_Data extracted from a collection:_
__________
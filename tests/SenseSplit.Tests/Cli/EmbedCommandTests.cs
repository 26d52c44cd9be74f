using System.IO.Compression;
using System.Text;
using System.Text.Json;
using SenseSplit.Cli;
using SenseSplit.Cli.Commands;

namespace SenseSplit.Tests.Cli;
__________
_What is being asked:_ Exactly reproduce every line of the records.

_Answer area:_
filename tests/SenseSplit.Tests/Cli/EmbedCommandTests.cs
repository 26d52c44cd9be74f
using System.IO.Compression;
using System.Text;
using System.Text.Json;
using SenseSplit.Cli;
using SenseSplit.Cli.Commands;

namespace SenseSplit.Tests.Cli;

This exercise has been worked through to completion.